Kim Jong Un warns of 'new path' if stalemate with United States persists

Share

Regarding relations with the US, Kim said he was ready to meet with US President Donald Trump again at any time, but warned he would "find a new path" if the US were to test North Koreans' patience with sanctions and pressure.

Kim called his June summit meeting with Trump "instructive" and said they had shared "constructive opinions" on mutual concerns and "speedy solutions to the tangled issues" they faced.

Kim's speech "expressed his frustration with the lack of progress in negotiations so far", said former South Korean vice unification minister Kim Hyung-seok.

The US special representative for North Korea, Stephen Biegun, reiterated last month that Washington had no intention of easing sanctions but had agreed to help South Korea send flu medication to North Korea, saying such cooperation could help advance nuclear diplomacy.

Kim's speech comes after year of diplomatic surprises by the reclusive leader, including an unprecedented summit with Trump and three meetings with Moon. Trump's national security adviser John Bolton has said the meeting could take place in January or February.

Mr Kim's ability to carry out his threats appeared limited if Mr Trump maintains his hard line.

North Korea did not conduct any weapons tests in 2018. Over the past year, the North destroyed a nuclear testing site in Punggye-ri in the presence of global reporters, returned the remains of USA soldiers killed during the 1950-53 Korean War and released detained United States citizens.

Clad in a suit and tie and sitting on a plush armchair, Mr Kim said bilateral ties would propel ahead if the United States were to "respond by taking trustworthy and corresponding, practical action".

And it has been this immediate issue, rather than the long-term question about American troops, that bogged down negotiators from both countries towards the end of a year ago.

In this file photo taken on June 11, 2018 North Korea's leader Kim Jong Un, right, walks with US President Donald Trump, left, during a break in talks at their historic US-North Korea summit, at the Capella Hotel on Sentosa island in Singapore.

Judge denies Kevin Spacey's request to skip Nantucket arraignment
Prosecutors opposed the motion, calling on the judge to deny it, according to court documents obtained by the paper.
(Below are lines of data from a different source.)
def level_tally(windows) -> LevelTally:
    """A finished `LevelTally` of window records.

    Parameters
    ----------
    windows : iterable of dict
        Window records in stream order.

    Returns
    -------
    LevelTally
        The finished tally of silent and clipping stretches.
    """
    t = LevelTally()
    for w in windows:
        lv, cl = w.get("level_dbfs"), w.get("clipped")
        t.add(w["t0"], w["t1"], lv if isinstance(lv, (int, float)) else 0.0,
              cl if isinstance(cl, (int, float)) else 0.0)
    return t.finish()
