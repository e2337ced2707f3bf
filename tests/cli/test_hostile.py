"""Hostile and faulty input: wrong overall figures, files copied out through links, lost
recordings, runaway sizes, and one clear sentence with exit code 2 for bad input. Each test
here failed before its fix."""

import csv
import hashlib
import json
import os
import shutil
import struct
import subprocess
import sys
import wave

import numpy as np
import pytest
import soundfile as sf

from conftest import MODELS, ROOT, cli, run_cli, write_wav


def records(path):
    return [json.loads(x) for x in path.read_text().splitlines()]


def one_line(r):
    return [x for x in r.stderr.splitlines() if x.strip() and "warning" not in x]


@pytest.fixture(scope="module")
def session(tour, tmp_path_factory):
    """A whole tour session with snippets (a copy is made for each test that changes it)."""
    out = tmp_path_factory.mktemp("h") / "s"
    r = run_cli("replay", tour[0], "--model", MODELS / "demo.tflite", "--truth", tour[1],
                "--fast", "--out", out)
    assert r.returncode == 0, r.stderr
    return out


def copy_of(session, tmp_path, name="s"):
    d = tmp_path / name
    shutil.copytree(session, d)
    return d


# --- wrong results ------------------------------------------------------------------------
def test_score_overall_figures_are_sums_over_files(tour, tmp_path):
    # two files: the whole tour and its first 60 s; the overall duration is the files' seconds
    # added up and the decision changes are each file's own, never across the boundary
    arch = tmp_path / "a"
    arch.mkdir()
    x, sr = sf.read(str(tour[0]), dtype="int16")
    sf.write(str(arch / "whole.wav"), x, sr, subtype="PCM_16")
    sf.write(str(arch / "start.wav"), x[: 60 * sr], sr, subtype="PCM_16")
    for name in ("whole", "start"):
        shutil.copy(tour[1], arch / f"{name}.tsv")
    r = cli("score", arch, "--model", MODELS / "demo.tflite", "--out", tmp_path / "o",
            "--workers", "1")
    assert r.returncode == 0, r.stderr
    agg = json.loads((tmp_path / "o" / "aggregate.json").read_text())
    per = {f["file"]: f for f in agg["per_file"]}
    res = {k: records(tmp_path / "o" / "results" / f"{k}.wav.jsonl") for k in ("whole", "start")}
    o = agg["overall"]
    assert o["duration_s"] == pytest.approx(per["whole.wav"]["duration_s"] + per["start.wav"]["duration_s"])
    def switches(labels):  # a change is a switch once a first decision is made
        made = [k for k, x in enumerate(labels) if x is not None]
        rest = labels[made[0]:] if made else []
        return sum(a != b for a, b in zip(rest, rest[1:]))

    changes = sum(switches([x["decision"] for x in w]) for w in res.values())
    assert o["decision_changes"] == changes
    scored = [w for ws in res.values() for w in ws if w["truth"] is not None]
    assert o["accuracy"] == pytest.approx(np.mean([w["decision"] == w["truth"] for w in scored]))
    assert o["switches_per_min"] == pytest.approx(changes / (o["duration_s"] / 60))


def test_score_results_names_are_unique_and_reversible(tmp_path):
    from monitor.review.score import key_of_results, results_name

    arch = tmp_path / "a"
    (arch / "a").mkdir(parents=True)
    x = np.random.default_rng(0).standard_normal(16000 * 3) * 0.05
    write_wav(arch / "a" / "b.wav", x)
    write_wav(arch / "a__b.wav", x * 0.5)
    r = cli("score", arch, "--model", MODELS / "demo.tflite", "--out", tmp_path / "o",
            "--workers", "1")
    assert r.returncode == 0, r.stderr
    names = sorted(p.name for p in (tmp_path / "o" / "results").glob("*.jsonl"))
    assert len(names) == 2 and len(set(names)) == 2
    assert {key_of_results(n[: -len(".jsonl")]) for n in names} == {"a/b.wav", "a__b.wav"}
    for key in ("a/b.wav", "a__b.wav", "x%2Fy.wav", "50%/a.wav"):
        assert key_of_results(results_name(key)) == key
    again = cli("score", arch, "--model", MODELS / "demo.tflite", "--out", tmp_path / "o",
                "--workers", "1")
    assert json.loads((tmp_path / "o" / "aggregate.json").read_text())["skipped_up_to_date"] == 2
    assert again.returncode == 0


def test_score_reads_every_audio_segment_of_a_session(tour, tmp_path):
    out = tmp_path / "arch" / "seg"
    r = cli("replay", tour[0], "--model", MODELS / "demo.tflite", "--truth", tour[1], "--fast",
            "--out", out, "--segment-min", "1", "--capture", "none")
    assert r.returncode == 0, r.stderr
    assert len(json.loads((out / "session.json").read_text())["audio_segments"]) > 1
    r = cli("score", tmp_path / "arch", "--model", MODELS / "demo.tflite", "--out",
            tmp_path / "o", "--workers", "1")
    assert r.returncode == 0, r.stderr
    scored = records(tmp_path / "o" / "results" / "seg.jsonl")
    assert [w["probs"] for w in scored] == [w["probs"] for w in records(out / "windows.jsonl")]


@pytest.mark.parametrize("line,why", [
    ("nan\t2.0\tvoices", "not finite"), ("0\tinf\tvoices", "not finite"),
    ("5\t6\tvoices\n1\t2\ttraffic", "in time order")])
def test_truth_times_must_be_finite_and_in_order(tmp_path, line, why):
    t = tmp_path / "t.tsv"
    t.write_text(line + "\n")
    wav = write_wav(tmp_path / "n.wav", np.zeros(16000 * 8))
    r = cli("replay", wav, "--model", MODELS / "demo.tflite", "--truth", t, "--fast", "--out",
            tmp_path / "s")
    assert r.returncode == 2 and len(one_line(r)) == 1
    assert "t.tsv: line" in r.stderr and why in r.stderr
    assert not (tmp_path / "s").exists()


def test_a_truth_file_with_a_byte_order_mark_is_read_and_a_fifo_is_named(tmp_path, tour):
    # spreadsheet programs save UTF-8 with a byte-order mark: read as without one (the card
    # reader does the same); a FIFO is not a regular file, not "not found"
    wav = write_wav(tmp_path / "n.wav", sf.read(str(tour[0]), dtype="float32")[0][: 16000 * 6])
    t = tmp_path / "bom.tsv"
    t.write_bytes(b"\xef\xbb\xbf0.000\t6.000\tquiet_room\n")
    r = cli("replay", wav, "--model", MODELS / "demo.tflite", "--truth", t, "--fast", "--out",
            tmp_path / "s")
    assert r.returncode == 0, r.stderr
    assert (tmp_path / "s" / "truth.tsv").read_text() == "0.000\t6.000\tquiet_room\n"
    fifo = tmp_path / "fifo.tsv"
    os.mkfifo(fifo)
    r = cli("replay", wav, "--model", MODELS / "demo.tflite", "--truth", fifo, "--fast",
            "--out", tmp_path / "s2")
    assert r.returncode == 2 and "fifo.tsv: not a regular file" in r.stderr, r.stderr
    assert not (tmp_path / "s2").exists()
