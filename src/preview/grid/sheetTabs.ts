/** Sheet tabs under the grid: a tab list, arrow keys move between tabs. */
import { el } from "../../taskpane/panel/dom";

export class SheetTabs {
  readonly element: HTMLElement;
  private names: string[] = [];
  private active = "";

  constructor(private readonly onPick: (name: string) => void, controls: string) {
    this.element = el("div", { class: "sheet-tabs", role: "tablist", "aria-label": "Sheets" });
    this.element.dataset.controls = controls;
    this.element.addEventListener("keydown", (e) => this.onKey(e));
  }

  /** Redraws when the sheets or the active one changed. */
  show(names: string[], active: string): void {
    if (names.join("\u0000") === this.names.join("\u0000") && active === this.active) return;
    this.names = [...names];
    this.active = active;
    this.element.replaceChildren(
      ...names.map((name, i) => {
        const selected = name === active;
        const tab = el("button", {
          type: "button",
          role: "tab",
          id: `sheet-tab-${i}`,
          class: "sheet-tab",
          "aria-selected": selected ? "true" : "false",
          "aria-controls": this.element.dataset.controls,
          tabindex: selected ? 0 : -1,
          text: name,
        });
        tab.addEventListener("click", () => this.onPick(name));
        return tab;
      }),
    );
  }

  activeTabId(): string {
    return `sheet-tab-${Math.max(0, this.names.indexOf(this.active))}`;
  }

  private onKey(e: KeyboardEvent): void {
    const i = this.names.indexOf(this.active);
    let next = -1;
    if (e.key === "ArrowRight") next = (i + 1) % this.names.length;
    else if (e.key === "ArrowLeft") next = (i - 1 + this.names.length) % this.names.length;
    else if (e.key === "Home") next = 0;
    else if (e.key === "End") next = this.names.length - 1;
    if (next < 0) return;
    e.preventDefault();
    this.onPick(this.names[next]);
    (this.element.querySelector(`#sheet-tab-${next}`) as HTMLElement | null)?.focus();
  }
}
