/**
 * The in-cell editor: typing into the active cell, committing into the workbook (then moving
 * like the keys say) or cancelling. A refused edit keeps its cell selected beside the message.
 */
import { a1 } from "../workbook/addresses";
import type { PreviewWorkbook } from "../workbook/previewWorkbook";
import { el } from "../../taskpane/panel/dom";
import { editKey } from "./gridKeys";
import type { GridEvents, GridState } from "./gridState";
import type { GridTable } from "./gridTable";
import { moved, single, type Selection } from "./selection";

export class CellEditor {
  constructor(
    private readonly workbook: PreviewWorkbook,
    private readonly state: GridState,
    private readonly table: GridTable,
    private readonly events: GridEvents,
    /** Selects and focuses a cell after an edit. */
    private readonly setSelection: (next: Selection) => void,
  ) {}

  get isOpen(): boolean {
    return this.state.editor !== undefined;
  }

  /** True when the event target is the editor's own input. */
  owns(target: EventTarget | null): boolean {
    return this.state.editor !== undefined && this.state.editor.input === target;
  }

  /** Opens the editor: with `initial` it replaces the contents, otherwise it edits them. */
  start(initial?: string): void {
    const pos = { ...this.state.sel.active };
    const td = this.table.cellAt(pos);
    if (!td) return;
    const current = this.workbook.input(this.state.sheet, pos.row, pos.col);
    const input = el("input", {
      type: "text",
      class: "cell-editor",
      spellcheck: "false",
      autocomplete: "off",
      "aria-label": `Edit ${a1(pos.row, pos.col)}`,
    });
    input.value = initial ?? (current.spilledFrom ? "" : current.text);
    this.state.editor = { input, pos };
    td.textContent = "";
    td.classList.add("editing");
    td.append(input);
    input.focus();
    input.setSelectionRange(input.value.length, input.value.length);
    this.events.editing(input.value);
    input.addEventListener("input", () => this.events.editing(input.value));
    input.addEventListener("keydown", (e) => {
      const k = editKey(e);
      if (k.type === "commit") {
        e.preventDefault();
        this.commit(input.value, k.dRow, k.dCol);
      } else if (k.type === "cancel") {
        e.preventDefault();
        this.cancel();
        this.table.focusActive();
        this.events.selectionChanged();
      }
      e.stopPropagation();
    });
    input.addEventListener("blur", () => {
      if (this.state.editor?.input === input) this.commit(input.value, 0, 0, false);
    });
  }

  /** Commits what an open editor holds, staying on its cell (a click elsewhere does this). */
  commitOpen(): void {
    if (this.state.editor) this.commit(this.state.editor.input.value, 0, 0);
  }

  /** Writes `text` into the edited (else the active) cell and moves by (dRow, dCol). */
  commit(text: string, dRow: number, dCol: number, focus = true): void {
    const pos = this.state.editor ? this.state.editor.pos : this.state.sel.active;
    this.close();
    const result = this.workbook.setInput(this.state.sheet, pos.row, pos.col, text);
    this.table.paintCell(pos.row, pos.col);
    if (focus) {
      this.setSelection(result.ok ? moved(single(pos), dRow, dCol, false, this.table.rows + 1000, this.table.cols + 100) : single(pos));
    }
    if (!result.ok) this.events.editRefused(result.message);
  }

  cancel(): void {
    const pos = this.state.editor?.pos;
    this.close();
    if (pos) this.table.paintCell(pos.row, pos.col);
  }

  private close(): void {
    if (!this.state.editor) return;
    const { input, pos } = this.state.editor;
    this.state.editor = undefined;
    input.remove();
    this.table.cellAt(pos)?.classList.remove("editing");
  }
}
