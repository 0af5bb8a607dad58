/**
 * The workbook part of the preview page: formula bar, note line, grid and sheet tabs, kept in
 * step with the PreviewWorkbook.
 */
import { a1 } from "../workbook/addresses";
import { DecorStore } from "../workbook/cellDecor";
import type { CellRect, PreviewWorkbook } from "../workbook/previewWorkbook";
import { el } from "../../taskpane/panel/dom";
import { FormulaBar } from "./formulaBar";
import { GridView } from "./gridView";
import { SheetTabs } from "./sheetTabs";

export class WorkbookView {
  readonly element: HTMLElement;
  readonly grid: GridView;
  private readonly bar: FormulaBar;
  private readonly tabs: SheetTabs;
  private readonly panel: HTMLElement;
  private readonly sheetListeners = new Set<(sheet: string) => void>();
  private readonly selectionListeners = new Set<() => void>();
  private refreshQueued = false;
  private refusal = "";

  constructor(private readonly workbook: PreviewWorkbook, readonly decor: DecorStore = new DecorStore()) {
    this.bar = new FormulaBar(
      (text, dRow, dCol) => this.grid.commitEdit(text, dRow, dCol),
      () => this.grid.focusActive(),
    );
    this.grid = new GridView(workbook, {
      selectionChanged: () => this.onSelection(),
      editing: (text) => this.bar.mirror(text),
      editRefused: (message) => {
        this.refusal = message;
        this.bar.setNote(message, "error");
      },
    }, decor);
    this.tabs = new SheetTabs((name) => this.showSheet(name), "sheet-panel");
    this.panel = el("div", { id: "sheet-panel", class: "sheet-panel", role: "tabpanel" }, this.grid.element);
    this.element = el("div", { class: "workbook-view" }, this.bar.element, this.bar.note, this.panel, this.tabs.element);
    workbook.onChange(() => this.queueRefresh());
  }

  get sheet(): string {
    return this.grid.sheet;
  }

  showSheet(name: string): void {
    this.grid.showSheet(name);
    this.syncTabs();
    this.sheetListeners.forEach((l) => l(name));
  }

  /** Shows a sheet and selects a range on it (the panel uses this to point at cells). */
  select(sheet: string, rect: CellRect, focus = true): void {
    if (sheet !== this.grid.sheet) this.showSheet(sheet);
    this.grid.select(rect, focus);
  }

  onSheetShown(listener: (sheet: string) => void): void {
    this.sheetListeners.add(listener);
  }

  onSelectionChanged(listener: () => void): void {
    this.selectionListeners.add(listener);
  }

  /** Coalesces the many change events of one write into one repaint. */
  private queueRefresh(): void {
    if (this.refreshQueued) return;
    this.refreshQueued = true;
    queueMicrotask(() => {
      this.refreshQueued = false;
      this.syncTabs();
      this.grid.refresh();
      this.onSelection(false);
    });
  }

  private syncTabs(): void {
    const names = this.workbook.sheetNames();
    if (!names.includes(this.grid.sheet) && names.length > 0) {
      this.grid.showSheet(names[0]);
    }
    this.tabs.show(names, this.grid.sheet);
    this.panel.setAttribute("aria-labelledby", this.tabs.activeTabId());
  }

  private onSelection(fromUser = true): void {
    const { row, col } = this.grid.selection.active;
    const rect = this.grid.selectedRect();
    const single = rect.top === rect.bottom && rect.left === rect.right;
    const name = single ? `${this.grid.sheet}!${a1(row, col)}` : `${this.grid.sheet}!${a1(rect.top, rect.left)}:${a1(rect.bottom, rect.right)}`;
    const input = this.workbook.input(this.grid.sheet, row, col);
    this.bar.show(name, input.text, input.spilledFrom !== undefined);
    const view = this.workbook.cell(this.grid.sheet, row, col);
    if (fromUser) this.refusal = "";
    if (this.refusal) this.bar.setNote(this.refusal, "error");
    else if (view.error) this.bar.setNote(`${view.error.code} ${view.error.message}`, "error");
    else if (input.spilledFrom) this.bar.setNote(`Spilled from the formula in ${input.spilledFrom} (${view.spillRange}); edit that cell to change it.`);
    else if (view.spill === "anchor") this.bar.setNote(`This formula's result spills over ${view.spillRange}.`);
    else this.bar.setNote(this.decor.get(this.grid.sheet, row, col)?.note ?? "");
    if (fromUser) this.selectionListeners.forEach((l) => l());
  }
}
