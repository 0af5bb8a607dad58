import { readFileSync } from "fs";
import {
  DEMO_CSV_PATH,
  DEMO_EVENTS,
  DEMO_MISSING_MONTHS,
  DEMO_NOTICE,
  DEMO_STEP,
  DEMO_STEP_PRODUCT,
  demoCsv,
  generateDemo,
  mulberry32,
} from "../../src/preview/demo/generate-demo";

/** Intended shape of each product: calendar month (1-12) with the highest mean. */
const EXPECTED_PEAK: Record<string, number> = {
  "Seed trays (units)": 4, // spring
  "Hose reels (units)": 6, // summer
  "Bird feed (sacks)": 1, // winter
  "Solar garden lights (units)": 5, // growth product, late-spring peak
  "Flower bulbs (packs)": 9, // autumn bulb season; the product with missing months
  "Rain barrels (units)": 6, // summer; the product whose demand steps up in July 2025
};
const MISSING_PRODUCT = "Flower bulbs (packs)";

function yearTotals(values: (number | null)[]): number[] {
  const totals: number[] = [];
  for (let y = 0; y < values.length / 12; y++) {
    totals.push(values.slice(y * 12, y * 12 + 12).reduce<number>((s, v) => s + (v ?? 0), 0));
  }
  return totals;
}

describe("Larkmere demo data (invented)", () => {
  const data = generateDemo();

  it("is labelled as invented", () => {
    expect(DEMO_NOTICE.startsWith("Invented demo data: Larkmere Garden Supply is a fictional company;")).toBe(true);
  });

  it("is deterministic", () => {
    expect(generateDemo()).toEqual(data);
    const a = mulberry32(7);
    const b = mulberry32(7);
    for (let i = 0; i < 5; i++) expect(a()).toBe(b());
  });

  it("covers Jan 2019 - Dec 2025 for the six intended products", () => {
    expect(data.months).toHaveLength(84);
    expect(data.months[0]).toBe("2019-01");
    expect(data.months[83]).toBe("2025-12");
    expect(new Set(data.months).size).toBe(84);
    expect(data.products.map((p) => p.name)).toEqual(Object.keys(EXPECTED_PEAK));
    for (const p of data.products) expect(p.values).toHaveLength(84);
  });

  it("committed CSV equals the generator output", () => {
    const committed = readFileSync(DEMO_CSV_PATH, "utf8");
    expect(committed).toBe(demoCsv(data));

    // And it reads back to the same numbers: header, then one row per month, blanks for missing.
    const rows = committed.trimEnd().split("\n").map((line) => line.split(","));
    expect(rows[0]).toEqual(["month", ...data.products.map((p) => p.name)]);
    expect(rows).toHaveLength(85);
    rows.slice(1).forEach((row, t) => {
      expect(row[0]).toBe(data.months[t]);
      data.products.forEach((p, j) => {
        const cell = row[j + 1];
        expect(cell === "" ? null : Number(cell)).toBe(p.values[t]);
      });
    });
  });

  it("has only positive integers or blanks", () => {
    for (const p of data.products) {
      for (const v of p.values) {
        if (v !== null) {
          expect(Number.isInteger(v)).toBe(true);
          expect(v).toBeGreaterThan(0);
        }
      }
    }
  });

  it("has exactly the intended missing months, inside the history", () => {
    expect([...DEMO_MISSING_MONTHS]).toEqual(["2023-05", "2023-06", "2023-07"]);
    for (const p of data.products) {
      const blanks = data.months.filter((_, t) => p.values[t] === null);
      expect(blanks).toEqual(p.name === MISSING_PRODUCT ? [...DEMO_MISSING_MONTHS] : []);
    }
  });

  it.each(Object.entries(EXPECTED_PEAK))("%s peaks in calendar month %d", (name, peak) => {
    const p = data.products.find((q) => q.name === name)!;
    const sum = new Array(12).fill(0);
    const n = new Array(12).fill(0);
    p.values.forEach((v, t) => {
      if (v !== null) {
        sum[t % 12] += v;
        n[t % 12] += 1;
      }
    });
    const means = sum.map((s, m) => s / n[m]);
    expect(means.indexOf(Math.max(...means)) + 1).toBe(peak);
  });

  it("solar garden lights grow strongly (~25%/year) with a seasonal swing that grows too", () => {
    const p = data.products.find((q) => q.name === "Solar garden lights (units)")!;
    const totals = yearTotals(p.values);
    const cagr = Math.pow(totals[6] / totals[0], 1 / 6) - 1;
    expect(cagr).toBeGreaterThan(0.18);
    expect(cagr).toBeLessThan(0.32);
    const range = (y: number) => {
      const year = p.values.slice(y * 12, y * 12 + 12) as number[];
      return Math.max(...year) - Math.min(...year);
    };
    expect(range(6)).toBeGreaterThan(3 * range(0));
  });
});

describe("the invented promotion and stock-out", () => {
  const data = generateDemo();
  it("are labelled invented, in one product, inside the update window, with the reason a planner types", () => {
    expect(new Set(DEMO_EVENTS.map((e) => e.product)).size).toBe(1);
    expect(DEMO_EVENTS.map((e) => e.kind).sort()).toEqual(["promotion", "stock-out"]);
    for (const e of DEMO_EVENTS) {
      expect(e.reason).toMatch(/\(invented\)$/);
      expect(data.months.indexOf(e.month)).toBeGreaterThanOrEqual(24); // after the two-season start window
    }
  });
  it("distort their month: the promoted month is that product's highest of its calendar month, the stock-out its lowest", () => {
    const hose = data.products.find((p) => p.name === DEMO_EVENTS[0].product)!;
    for (const e of DEMO_EVENTS) {
      const month = e.month.slice(5);
      const same = data.months.flatMap((m, t) => (m.endsWith(`-${month}`) ? [hose.values[t]!] : []));
      const v = hose.values[data.months.indexOf(e.month)]!;
      expect(v).toBe(e.kind === "promotion" ? Math.max(...same) : Math.min(...same));
    }
  });
});

describe("the invented step change", () => {
  const data = generateDemo();
  it("is labelled invented and lies in the last year, so the review list should see it", () => {
    expect(DEMO_STEP.story).toMatch(/\(invented\)/);
    expect(data.months.indexOf(DEMO_STEP.month)).toBeGreaterThan(data.months.length - 12);
  });
  it("raises every month from its start by about its factor against the same months a year before", () => {
    const p = data.products.find((q) => q.name === DEMO_STEP_PRODUCT)!;
    const from = data.months.indexOf(DEMO_STEP.month);
    const sum = (a: number, b: number) => (p.values.slice(a, b) as number[]).reduce((s, v) => s + v, 0);
    const ratio = sum(from, data.months.length) / sum(from - 12, data.months.length - 12);
    // The recipe's 2% growth a year and its noise move the ratio a little off the factor.
    expect(ratio).toBeGreaterThan(DEMO_STEP.factor - 0.12);
    expect(ratio).toBeLessThan(DEMO_STEP.factor + 0.12);
    // Before the step, the same comparison shows no step.
    const before = sum(from - 12, from) / sum(from - 24, from - 12);
    expect(Math.abs(before - 1)).toBeLessThan(0.12);
  });
});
Spacey indicated in the court filing he would attend the hearing if the judge denies his request.

North Korea also has bristled at USA demands to provide a detailed account of nuclear and missile facilities that would be inspected and dismantled under a potential deal.

He also emphasized a strong willingness to meet Moon frequently in 2019 as well to move forward discussion on peace and prosperity.

Kim has previously said he would close the Yongbyon nuclear facility, where North Korea is believed to produce fissile material for nuclear weapons, if Washington takes what it calls "corresponding measures".

Kim said he wanted to restart a joint economic zone in Kaesong and a joint tourism project at Mount Kumgang in the North "without preconditions".

Although the North did not conduct nuclear or missile tests a year ago, satellite images and leaked information from intelligence officials have pointed to ongoing activity at facilities in the secretive country.

Kim emphasized that it is his firm intention to work on building "new relations" with the US, establishing lasting peace on the Korean Peninsula and seeking "complete denuclearization", as agreed to in his June summit with Trump, if the USA takes trustworthy and corresponding measures.

He also called for an end to joint military drills between the US and South Korea and said no strategic military assets should be brought onto the Korean peninsula.

Joshua Pollack, a senior research associate at the Middlebury Institute of International Studies at Monterey, California, tweeted that nothing had changed in North Korea's position. Some analysts say North Korea has been trying to drive a wedge between Washington and Seoul while putting the larger burden of action on the United States.

Some experts say it's becoming clear the North intends to keep a nuclear arsenal and turn the talks with the United States into a bilateral arms reduction negotiation between two nuclear states, rather than a unilateral process of surrendering its arsenal.